Challenge

Implement the type version of lodash .without(). Without<T, U> takes an array T, number or array U and returns an array without the elements of U.

type Res = Without<[1, 2], 1>; // expected to be [2]
type Res1 = Without<[1, 2, 4, 1, 5], [1, 2]>; // expected to be [4, 5]
type Res2 = Without<[2, 3, 2, 3, 2, 3, 2, 3], [2, 3]>; // expected to be []

Solution

This challenge was an interesting one, indeed. We need to implement the type that can filter out items from a tuple. We start with the initial type:

type Without<T, U> = any;

Since we need to work with the specific items in the tuple, I’m using the inferring to get the specific item and the rest of the tuple:

type Without<T, U> = T extends [infer H, ...infer T] ? never : never;

Having an item from the tuple, we can check if the item is the type U. We need this check in order to decide, should we add the element to the result or not:

type Without<T, U> = T extends [infer H, ...infer T]
  ? H extends U
    ? never
    : never
  : never;

In case it is “extends” from the input type U, it means that we don’t need it in our resulting type. So we just skip it and return a tuple without it. But, since we need to process other items as well, we return not an empty tuple, but a tuple with a recursive call to Without again:

type Without<T, U> = T extends [infer H, ...infer T]
  ? H extends U
    ? [...Without<T, U>]
    : never
  : never;

That way, we skip anything that is specified as U in our T. However, once we get a check that says we shouldn’t skip the element, we return a tuple with the element itself:

type Without<T, U> = T extends [infer H, ...infer T]
  ? H extends U
    ? [...Without<T, U>]
    : [H, ...Without<T, U>]
  : never;

There is the last never type left we need to address. Since we are working with the variadic tuple types and spreading them, instead of never we must return an empty tuple:

type Without<T, U> = T extends [infer H, ...infer T]
  ? H extends U
    ? [...Without<T, U>]
    : [H, ...Without<T, U>]
  : [];

We got a working solution for a case, when U specified as a primitive type. But, in the challenge, there is also a case when it can be specified as a tuple of numbers. To support this case, we can extend our type U in H extends U to be a conditional type that checks that case.
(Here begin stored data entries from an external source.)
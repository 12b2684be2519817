import { TABLE_SIZE } from './divergingTable';

/**
 * Paint a column-major record (column c at data[c·ny .. (c+1)·ny), time across, y up) into `pixels`,
 * a Uint32Array view of a columns × ny ImageData, through a diverging `table`: values map linearly
 * from [−range, range] onto the table and clamp beyond. Image row r shows y index ny − 1 − r (north
 * up). A range of 0 (or not finite) paints the colour of zero.
 */
export function paintHovmoller(
  data: Float64Array,
  columns: number,
  ny: number,
  range: number,
  table: Uint32Array,
  pixels: Uint32Array,
): void {
  if (data.length < columns * ny || pixels.length !== columns * ny) {
    throw new RangeError(
      `paintHovmoller: expected ${columns * ny} values and pixels, got ${data.length} and ${pixels.length}`,
    );
  }
  const half = TABLE_SIZE / 2;
  const s = range > 0 && Number.isFinite(range) ? half / range : 0;
  for (let c = 0; c < columns; c++) {
    const src = c * ny;
    for (let j = 0; j < ny; j++) {
      let k = Math.floor(half + s * data[src + j]);
      if (k < 0) k = 0;
      else if (k > TABLE_SIZE - 1) k = TABLE_SIZE - 1;
      pixels[(ny - 1 - j) * columns + c] = table[k];
    }
  }
}

/** Largest |value| of the first n values (the Hovmöller's colour range: ū is smooth, with no outliers to wash it out). */
export function maxAbs(data: Float64Array, n = data.length): number {
  let m = 0;
  for (let i = 0; i < n; i++) m = Math.max(m, Math.abs(data[i]));
  return m;
}

/**
 * A jet track (y unwrapped across the periodic seam) as polyline pieces inside [0, Ly): the track is
 * wrapped point by point and cut where consecutive points fall on opposite sides of the seam.
 */
export function wrappedPieces(t: ArrayLike<number>, y: ArrayLike<number>, Ly: number): { t: number[]; y: number[] }[] {
  const pieces: { t: number[]; y: number[] }[] = [];
  let cur: { t: number[]; y: number[] } | null = null;
  let lastBranch = NaN;
  for (let i = 0; i < t.length; i++) {
    const branch = Math.floor(y[i] / Ly);
    if (!cur || branch !== lastBranch) {
      cur = { t: [], y: [] };
      pieces.push(cur);
    }
    cur.t.push(t[i]);
    cur.y.push(y[i] - branch * Ly);
    lastBranch = branch;
  }
  return pieces;
}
If U is a tuple of numbers, we return all the items in there as a union, otherwise - just U:

type Without<T, U> = T extends [infer H, ...infer T]
  ? H extends (U extends number[] ? U[number] : U)
    ? [...Without<T, U>]
    : [H, ...Without<T, U>]
  : [];

Congratulations! We have implemented a lodash version of .without() method in the type system.